Work task:
Take every line from the data that has the word "writeFileSync" in it.

────────────────────

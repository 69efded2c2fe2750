/**
 * The Node versions the README states agree with what the installed packages declare, and a fresh
 * install prints no warning the README does not explain. Version ranges are read with npm's own
 * `semver` package, the implementation npm uses to print its EBADENGINE warnings.
 */
import { spawnSync } from 'node:child_process';
import { copyFileSync, existsSync, mkdtempSync, readFileSync, rmSync } from 'node:fs';
import { createRequire } from 'node:module';
import { tmpdir } from 'node:os';
import path from 'node:path';
import { afterAll, describe, expect, it } from 'vitest';

const root = path.resolve(__dirname, '..', '..');

interface Semver {
  satisfies(version: string, range: string): boolean;
  minVersion(range: string): { version: string } | null;
}
const semver = createRequire(path.join(root, 'package.json'))('semver') as Semver;

interface Manifest {
  name: string;
  version: string;
  engines?: { node?: string };
  dependencies?: Record<string, string>;
  devDependencies?: Record<string, string>;
  optionalDependencies?: Record<string, string>;
  peerDependencies?: Record<string, string>;
}

function readManifest(folder: string): Manifest {
  return JSON.parse(readFileSync(path.join(folder, 'package.json'), 'utf8')) as Manifest;
}

/** The tools that only `npm start`'s first Electron download and `npm run package` use. */
const DESKTOP_TOOLS = ['electron', 'electron-builder'];

const project = readManifest(root);
const readme = readFileSync(path.join(root, 'README.md'), 'utf8');

/** "npm install      # Node 20.19 or later (22.12 to package); …" in Quick start. */
function readmeVersions(): { app: string; packaging: string } {
  const match = /^npm install\s+# Node (\d+\.\d+) or later \((\d+\.\d+) to package\)/m.exec(readme);
  expect(match, 'the Quick start npm install line states the Node versions').not.toBeNull();
  return { app: `${match![1]}.0`, packaging: `${match![2]}.0` };
}

/** The package names in backticks in the README's install-warnings section. */
function readmeWarningPackages(): Set<string> {
  const section = /^### Node versions and install warnings\n([\s\S]*?)(?=^#|^Other commands:)/m.exec(readme);
  expect(section, 'the README has a section on install warnings').not.toBeNull();
  const names = [...section![1]!.matchAll(/`((?:@[a-z0-9-]+\/)?[a-z0-9][a-z0-9.-]*)`/g)].map((m) => m[1]!);
  return new Set(names);
}

/** Every installed package, found through the lockfile's paths and read from node_modules. */
function installedPackages(): { folder: string; manifest: Manifest }[] {
  const lock = JSON.parse(readFileSync(path.join(root, 'package-lock.json'), 'utf8')) as { packages: Record<string, unknown> };
  return Object.keys(lock.packages)
    .filter((key) => key !== '' && existsSync(path.join(root, key, 'package.json')))
    .map((key) => ({ folder: path.join(root, key), manifest: readManifest(path.join(root, key)) }));
}

/** Node's lookup: the nearest node_modules/<name> from `from` up to the project root. */
function resolveFrom(from: string, name: string): string | undefined {
  for (let dir = from; dir.length >= root.length; dir = path.dirname(dir)) {
    const candidate = path.join(dir, 'node_modules', name);
    if (existsSync(path.join(candidate, 'package.json'))) return candidate;
  }
  return undefined;
}

/** The folders of every package installed for `names` and, transitively, for their dependencies. */
function reachableFrom(names: string[]): Set<string> {
  const seen = new Set<string>();
  const queue = names.map((name) => resolveFrom(root, name)).filter((folder): folder is string => folder !== undefined);
  while (queue.length > 0) {
    const folder = queue.pop()!;
    if (seen.has(folder)) continue;
    seen.add(folder);
    const manifest = readManifest(folder);
    for (const dependency of Object.keys({ ...manifest.dependencies, ...manifest.optionalDependencies, ...manifest.peerDependencies })) {
      const found = resolveFrom(folder, dependency);
      if (found) queue.push(found);
    }
  }
  return seen;
}

const NUMBER_WORDS = ['no', 'one', 'two', 'three', 'four', 'five', 'six', 'seven', 'eight', 'nine', 'ten'];

describe('Node requirement', () => {
  const stated = readmeVersions();
  const tooNew = installedPackages().filter(
    ({ manifest }) => manifest.engines?.node !== undefined && !semver.satisfies(stated.app, manifest.engines.node),
  );

  it('package.json engines and the README name the same oldest Node', () => {
    expect(semver.minVersion(project.engines!.node!)?.version).toBe(stated.app);
  });

  it('the packages that want a newer Node are exactly those the README names, all for the same version', () => {
    expect(new Set(tooNew.map(({ manifest }) => manifest.name))).toEqual(readmeWarningPackages());
    expect(new Set(tooNew.map(({ manifest }) => semver.minVersion(manifest.engines!.node!)?.version))).toEqual(new Set([stated.packaging]));
    expect(readme).toMatch(new RegExp(`\\b${NUMBER_WORDS[tooNew.length]} \`npm warn EBADENGINE\` warnings`));
  });

  it('those packages serve only the desktop tooling, never the app, command line or tests', () => {
    const everythingElse = reachableFrom(
      Object.keys({ ...project.dependencies, ...project.devDependencies }).filter((name) => !DESKTOP_TOOLS.includes(name)),
    );
    const desktopTooling = reachableFrom(DESKTOP_TOOLS);
    for (const { folder, manifest } of tooNew) {
      expect(everythingElse.has(folder), `${manifest.name}@${manifest.version} is needed outside the desktop tooling`).toBe(false);
      expect(desktopTooling.has(folder), `${manifest.name}@${manifest.version}`).toBe(true);
    }
  });
});

describe('a fresh install', () => {
  const work = mkdtempSync(path.join(tmpdir(), 'lamina-install-'));
  afterAll(() => rmSync(work, { recursive: true, force: true }));

  it('warns only about what the README explains', () => {
    copyFileSync(path.join(root, 'package.json'), path.join(work, 'package.json'));
    copyFileSync(path.join(root, 'package-lock.json'), path.join(work, 'package-lock.json'));
    // npm's own settings from a surrounding `npm test` must not leak into the install under test.
    const env = Object.fromEntries(Object.entries(process.env).filter(([key]) => !key.toLowerCase().startsWith('npm_')));
    const install = spawnSync('npm', ['ci', '--dry-run', '--offline', '--no-audit', '--no-fund'], {
      cwd: work,
      encoding: 'utf8',
      env: { ...env, ELECTRON_SKIP_BINARY_DOWNLOAD: '1' },
    });
    const output = `${install.stdout}${install.stderr}`;
    expect(install.status, output).toBe(0);
    const warnings = output.split('\n').filter((line) => line.startsWith('npm warn'));
    expect(warnings.filter((line) => !line.startsWith('npm warn EBADENGINE'))).toEqual([]);
    const engineWarned = new Set(
      warnings.flatMap((line) => /^npm warn EBADENGINE\s+package: '(.+)@[^@']+',?$/.exec(line)?.[1] ?? []),
    );
    const expected = semver.satisfies(process.versions.node, `>=${readmeVersions().packaging}`) ? new Set() : readmeWarningPackages();
    expect(engineWarned).toEqual(expected);
  });
});
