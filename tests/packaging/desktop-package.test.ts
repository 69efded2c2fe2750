/**
 * electron-builder.yml, checked offline: the real electron-builder packs the real build into a
 * Linux folder (`--linux dir`), with a stand-in Electron distribution because Electron's binary
 * cannot be downloaded here. The stand-in carries a fuse wire laid out the way @electron/fuses reads
 * one (its sentinel, a version byte, a length byte, then one '0'/'1' per fuse), so the fuses that
 * electron-builder flips are real bytes in a real file, read back with @electron/fuses itself.
 */
import { spawnSync } from 'node:child_process';
import { existsSync, mkdtempSync, mkdirSync, readFileSync, readdirSync, rmSync, writeFileSync } from 'node:fs';
import { tmpdir } from 'node:os';
import path from 'node:path';
import asar from '@electron/asar';
import { FuseV1Options, FuseVersion, getCurrentFuseWire } from '@electron/fuses';
import { FuseState, SENTINEL } from '@electron/fuses/dist/constants.js';
import { afterAll, beforeAll, describe, expect, it } from 'vitest';
import { ensureRendererBuilt } from '../../main/server/renderer-build.js';

const root = path.resolve(__dirname, '..', '..');
const electronVersion = (JSON.parse(readFileSync(path.join(root, 'node_modules', 'electron', 'package.json'), 'utf8')) as { version: string }).version;

/**
 * The fuse wire of an unmodified Electron binary: run-as-node, NODE_OPTIONS, --inspect and the
 * extra file:// privileges on; the rest off (Electron's fuses documentation, from memory). Starting
 * from these shows that every fuse the config changes was actually flipped.
 */
const ELECTRON_DEFAULT_WIRE: Record<FuseV1Options, FuseState> = {
  [FuseV1Options.RunAsNode]: FuseState.ENABLE,
  [FuseV1Options.EnableCookieEncryption]: FuseState.DISABLE,
  [FuseV1Options.EnableNodeOptionsEnvironmentVariable]: FuseState.ENABLE,
  [FuseV1Options.EnableNodeCliInspectArguments]: FuseState.ENABLE,
  [FuseV1Options.EnableEmbeddedAsarIntegrityValidation]: FuseState.DISABLE,
  [FuseV1Options.OnlyLoadAppFromAsar]: FuseState.DISABLE,
  [FuseV1Options.LoadBrowserProcessSpecificV8Snapshot]: FuseState.DISABLE,
  [FuseV1Options.GrantFileProtocolExtraPrivileges]: FuseState.ENABLE,
};

/** What the packaged Lamina must carry (the reasons are beside each fuse in electron-builder.yml). */
const LAMINA_WIRE: Record<FuseV1Options, FuseState> = {
  [FuseV1Options.RunAsNode]: FuseState.DISABLE,
  [FuseV1Options.EnableCookieEncryption]: FuseState.ENABLE,
  [FuseV1Options.EnableNodeOptionsEnvironmentVariable]: FuseState.DISABLE,
  [FuseV1Options.EnableNodeCliInspectArguments]: FuseState.DISABLE,
  [FuseV1Options.EnableEmbeddedAsarIntegrityValidation]: FuseState.ENABLE,
  [FuseV1Options.OnlyLoadAppFromAsar]: FuseState.ENABLE,
  // Not configured: left as Electron ships it.
  [FuseV1Options.LoadBrowserProcessSpecificV8Snapshot]: FuseState.DISABLE,
  // Kept on: the window loads its page from file:// (see electron-builder.yml).
  [FuseV1Options.GrantFileProtocolExtraPrivileges]: FuseState.ENABLE,
};

const FUSE_COUNT = Object.keys(ELECTRON_DEFAULT_WIRE).length;

/** A shell script standing in for Electron's binary, with the fuse wire in a comment line. */
function writeStandInElectron(folder: string): void {
  mkdirSync(path.join(folder, 'resources'), { recursive: true });
  const wire = Buffer.from(Array.from({ length: FUSE_COUNT }, (_, i) => ELECTRON_DEFAULT_WIRE[i as FuseV1Options]));
  const binary = Buffer.concat([
    Buffer.from('#!/bin/sh\n# Stand-in for Electron in offline packaging tests; never meant to run.\n# '),
    Buffer.from(SENTINEL),
    Buffer.from([Number(FuseVersion.V1), FUSE_COUNT]),
    wire,
    Buffer.from('\nexit 1\n'),
  ]);
  writeFileSync(path.join(folder, 'electron'), binary, { mode: 0o755 });
  writeFileSync(path.join(folder, 'version'), electronVersion);
}

function runNode(args: string[]): { status: number | null; output: string } {
  const result = spawnSync(process.execPath, args, {
    cwd: root,
    encoding: 'utf8',
    env: { ...process.env, ELECTRON_SKIP_BINARY_DOWNLOAD: '1' },
  });
  return { status: result.status, output: `${result.stdout}${result.stderr}` };
}

function electronBuilder(work: string, output: string, extra: string[] = []): { status: number | null; output: string } {
  return runNode([
    path.join(root, 'node_modules', 'electron-builder', 'cli.js'),
    '--linux',
    'dir',
    '--publish',
    'never',
    '--config',
    'electron-builder.yml',
    '-c.npmRebuild=false',
    `-c.electronDist=${path.join(work, 'electron-dist')}`,
    `-c.directories.output=${output}`,
    ...extra,
  ]);
}

let work: string;
let appFolder: string;
let archive: string;
let packedFiles: string[];

beforeAll(async () => {
  work = mkdtempSync(path.join(tmpdir(), 'lamina-package-'));
  // What `npm run build` makes: the renderer (Vite) and the main process (tsc) in build/.
  await ensureRendererBuilt();
  const tsc = runNode([path.join(root, 'node_modules', 'typescript', 'bin', 'tsc'), '-p', 'main/electron/tsconfig.json']);
  expect(tsc.status, tsc.output).toBe(0);
  writeStandInElectron(path.join(work, 'electron-dist'));
  const build = electronBuilder(work, path.join(work, 'out'));
  expect(build.status, build.output).toBe(0);
  appFolder = path.join(work, 'out', 'linux-unpacked');
  archive = path.join(appFolder, 'resources', 'app.asar');
  packedFiles = asar.listPackage(archive, { isPack: false });
}, 120_000);

afterAll(() => {
  if (work) rmSync(work, { recursive: true, force: true });
});

describe('the packaged desktop app', () => {
  it('holds the built main process, preload, page and seed data in app.asar', () => {
    for (const file of [
      '/package.json',
      '/build/main/electron/main.js',
      '/build/main/electron/navigation-policy.js',
      '/build/main/electron/preload.cjs',
      '/build/renderer/index.html',
    ]) {
      expect(packedFiles, file).toContain(file);
    }
    // main.ts reads the built-in materials from <app>/data/materials.
    const seeds = readdirSync(path.join(root, 'data', 'materials')).filter((name) => name.endsWith('.csv'));
    expect(seeds.length).toBeGreaterThan(0);
    for (const seed of seeds) expect(packedFiles).toContain(`/data/materials/${seed}`);
  });

  it('starts from the packed package.json entry, which is the current main process', () => {
    const manifest = JSON.parse(asar.extractFile(archive, 'package.json').toString('utf8')) as { main: string };
    expect(packedFiles).toContain(`/${manifest.main}`);
    expect(asar.extractFile(archive, manifest.main).toString('utf8')).toContain("'will-frame-navigate'");
  });

  it('leaves sources, tests, Lamina’s source maps and the build tools out', () => {
    const unwanted = packedFiles.filter(
      (file) =>
        (file.startsWith('/build/') && file.endsWith('.map')) ||
        /^\/(tests|renderer|main|app)\//.test(file) ||
        /^\/(electron-builder\.yml|package-lock\.json|tsconfig\.json)$/.test(file) ||
        /^\/node_modules\/(electron|electron-builder|vitest|vite|typescript)\//.test(file),
    );
    expect(unwanted).toEqual([]);
  });

  it('keeps better-sqlite3 outside the archive, where its native module can load', () => {
    expect(existsSync(path.join(appFolder, 'resources', 'app.asar.unpacked', 'node_modules', 'better-sqlite3', 'build', 'Release', 'better_sqlite3.node'))).toBe(true);
  });

  it('has its Electron fuses flipped as electron-builder.yml sets them', async () => {
    const wire = await getCurrentFuseWire(path.join(appFolder, 'lamina'));
    expect(wire.version).toBe('1');
    const read = Object.fromEntries(Array.from({ length: FUSE_COUNT }, (_, i) => [FuseV1Options[i], wire[i as FuseV1Options]]));
    const expected = Object.fromEntries(Array.from({ length: FUSE_COUNT }, (_, i) => [FuseV1Options[i], LAMINA_WIRE[i as FuseV1Options]]));
    expect(read).toEqual(expected);
  });
});

describe('electron-builder.yml fuse names', () => {
  it('are checked against electron-builder’s own schema: a misspelt one stops the build', () => {
    const refused = electronBuilder(work, path.join(work, 'refused'), ['-c.electronFuses.runAsNod=false']);
    expect(refused.status).toBe(1);
    expect(refused.output).toContain('configuration.electronFuses');
    expect(existsSync(path.join(work, 'refused', 'linux-unpacked'))).toBe(false);
  });
});
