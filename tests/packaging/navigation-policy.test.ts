/**
 * The desktop window's navigation rules (main/electron/navigation-policy.ts), checked without
 * Electron: the app's own page, with any fragment, is allowed in the main frame; every other
 * address, and every frame inside the page, is refused. URL parsing follows the WHATWG URL
 * standard as Node implements it.
 */
import path from 'node:path';
import { pathToFileURL } from 'node:url';
import { describe, expect, it } from 'vitest';
import { isAppPage, mayNavigate } from '../../main/electron/navigation-policy.js';

// A path with a space and a non-ASCII letter, as an installed app's folder may have.
const appPage = pathToFileURL(path.resolve('/opt/Lamina Présent/resources/app.asar/build/renderer/index.html')).href;
const rendererFolder = appPage.slice(0, appPage.lastIndexOf('/') + 1);

describe('isAppPage', () => {
  it('accepts the page itself, with or without a fragment', () => {
    expect(isAppPage(appPage, appPage)).toBe(true);
    expect(isAppPage(`${appPage}#projects`, appPage)).toBe(true);
    expect(isAppPage(`${appPage}#`, appPage)).toBe(true);
  });

  it('accepts the same page written with dot segments, which the URL standard resolves', () => {
    expect(isAppPage(`${rendererFolder}assets/../index.html`, appPage)).toBe(true);
  });

  it('refuses other files, folders, query strings and other schemes', () => {
    const foreign = [
      `${rendererFolder}assets/index.js`,
      `${rendererFolder}index.html.bak`,
      rendererFolder,
      `${appPage}?k=1`,
      'file:///etc/passwd',
      'https://example.org/',
      'http://127.0.0.1:5178/',
      appPage.replace('file:', 'http:'),
      'javascript:alert(1)',
      'data:text/html,<p>hi</p>',
      'about:blank',
      '',
      'not a url',
    ];
    for (const url of foreign) expect(isAppPage(url, appPage), url).toBe(false);
  });
});

describe('mayNavigate', () => {
  it('lets the main frame (re)load the app page and nothing else', () => {
    expect(mayNavigate({ url: appPage, isMainFrame: true }, appPage)).toBe(true);
    expect(mayNavigate({ url: 'https://example.org/', isMainFrame: true }, appPage)).toBe(false);
    expect(mayNavigate({ url: `${rendererFolder}other.html`, isMainFrame: true }, appPage)).toBe(false);
  });

  it('refuses every frame inside the page, even one aimed at the app page', () => {
    expect(mayNavigate({ url: 'https://example.org/', isMainFrame: false }, appPage)).toBe(false);
    expect(mayNavigate({ url: appPage, isMainFrame: false }, appPage)).toBe(false);
  });
});
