describe('installed-cost CSV', () => {
  it('reads tables in SI, each with its rows and sources', () => {
    const [pipe, flat] = parseInstalledCostTables(TEST_CSV);
    expect(pipe).toEqual({
      name: 'Pipe test',
      basis: 'per-metre',
      points: [[0.05, 0.02, 10], [0.05, 0.04, 14], [0.1, 0.02, 16], [0.1, 0.04, 24], [0.1, 0.06, 30]],
      source: 'test rates, invented',
    });
    expect(flat).toEqual({ name: 'Flat test', basis: 'per-square-metre', points: [[0, 0.05, 40], [0, 0.1, 60]], source: 'test rates' });
  });

  it('takes the columns in any order, a byte-order mark, CRLF line ends and blank lines', () => {
    const csv = '\uFEFFsource,thickness [mm],installed cost [per m or per m²],basis,table,pipe outer diameter [mm]\r\n\r\nx,50,40,per-square-metre,Flat,\r\n,,,,,\r\n';
    expect(parseInstalledCostTables(csv)).toEqual([{ name: 'Flat', basis: 'per-square-metre', points: [[0, 0.05, 40]], source: 'x' }]);
  });

  const bad = (row: string) => refusal(() => parseInstalledCostTables(`${HEADER}\nPipe test,per-metre,50,20,10,ok\n${row}`, 'costs.csv')).message;

  it('refuses a bad row in one sentence naming the line and the column', () => {
    expect(bad('Pipe test,per-metre,50,abc,12,ok')).toBe('costs.csv line 3, column 4 (thickness [mm]) must be a number more than 0 and at most 2000 mm (got "abc").');
    expect(bad('Pipe test,per-metre,0,30,12,ok')).toBe('costs.csv line 3, column 3 (pipe outer diameter [mm]) must be a number more than 0 and at most 5000 mm (got "0").');
    expect(bad('Pipe test,per-metre,50,30,-1,ok')).toBe('costs.csv line 3, column 5 (installed cost [per m or per m²]) must be a number at least 0 and at most 10000000 (got "-1").');
    expect(bad('Pipe test,per-metre,50,30,0x10,ok')).toBe('costs.csv line 3, column 5 (installed cost [per m or per m²]) must be a number at least 0 and at most 10000000 (got "0x10").');
    expect(bad('Pipe test,per metre,50,30,12,ok')).toBe("costs.csv line 3, column 2 (basis) must be one of 'per-metre', 'per-square-metre' (got \"per metre\").");
    expect(bad('Pipe test,per-square-metre,,30,12,ok')).toBe("costs.csv line 3, column 2 (basis) must be 'per-metre' like line 2 of the table 'Pipe test' (got \"per-square-metre\").");
    expect(bad('Flat,per-square-metre,60.3,30,12,ok')).toBe('costs.csv line 3, column 3 (pipe outer diameter [mm]) must be empty in a per-square-metre table, which has no pipe diameter (got "60.3").');
    expect(bad(',per-metre,50,30,12,ok')).toBe('costs.csv line 3, column 1 (table) must be text of 1 to 200 characters (got "").');
    expect(bad('Pipe test,per-metre,50,30,12,')).toBe('costs.csv line 3, column 6 (source) must be text of 1 to 300 characters (got "").');
    expect(bad('Pipe test,per-metre,50,30,12')).toBe('costs.csv line 3 has 5 fields where the header has 6.');
    expect(bad('Pipe test,per-metre,50,20,11,ok')).toBe("costs.csv line 3 repeats the pipe outer diameter 50 mm and thickness 20 mm of line 2 in the table 'Pipe test'.");
    expect(bad('Pipe test,per-metre,50,30,12,"not closed')).toBe('costs.csv line 3, column 6 has a quoted field that is not closed on its line.');
  });

  it('refuses a bad header, an empty file and a file without rows', () => {
    expect(refusal(() => parseInstalledCostTables(HEADER.replace('thickness [mm]', 'thickness [in]'), 'costs.csv')).message).toBe(
      "costs.csv line 1, column 4 ('thickness [in]') is not a column of an installed-cost table; the columns are 'table', 'basis', 'pipe outer diameter [mm]', 'thickness [mm]', 'installed cost [per m or per m²]', 'source'.",
    );
    expect(refusal(() => parseInstalledCostTables(HEADER.replace(',source', ''), 'costs.csv')).message).toMatch(/^costs\.csv line 1 lacks the column 'source'; the columns are /);
    expect(refusal(() => parseInstalledCostTables(`${HEADER},table`, 'costs.csv')).message).toBe("costs.csv line 1, column 7 repeats the column 'table'.");
    expect(refusal(() => parseInstalledCostTables(HEADER, 'costs.csv')).message).toBe('costs.csv has no rows of installed costs below its header.');
    expect(refusal(() => parseInstalledCostTables('\n\n', 'costs.csv')).message).toMatch(/^costs\.csv is empty: it needs the header /);
  });

  it('is all or nothing: a bad last row refuses the whole file', () => {
    expect(() => parseInstalledCostTables(`${TEST_CSV}\nFlat test,per-square-metre,,150,oops,test rates`)).toThrow(/line 9, column 5/);
  });

  it('splits a line as a spreadsheet quotes it', () => {
    expect(csvLineFields('a,"b, c","say ""hi""",')).toEqual({ fields: ['a', 'b, c', 'say "hi"', ''] });
    expect(csvLineFields('a,b"c')).toEqual({ problem: 'has a quote inside an unquoted field', column: 2 });
    expect(csvLineFields('"a"b,c')).toEqual({ problem: 'has text after a closing quote', column: 1 });
  });
});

────────────────────

Answer to the problem:
import { existsSync, mkdtempSync, mkdirSync, readFileSync, readdirSync, rmSync, writeFileSync } from 'node:fs';
  writeFileSync(path.join(folder, 'electron'), binary, { mode: 0o755 });
  writeFileSync(path.join(folder, 'version'), electronVersion);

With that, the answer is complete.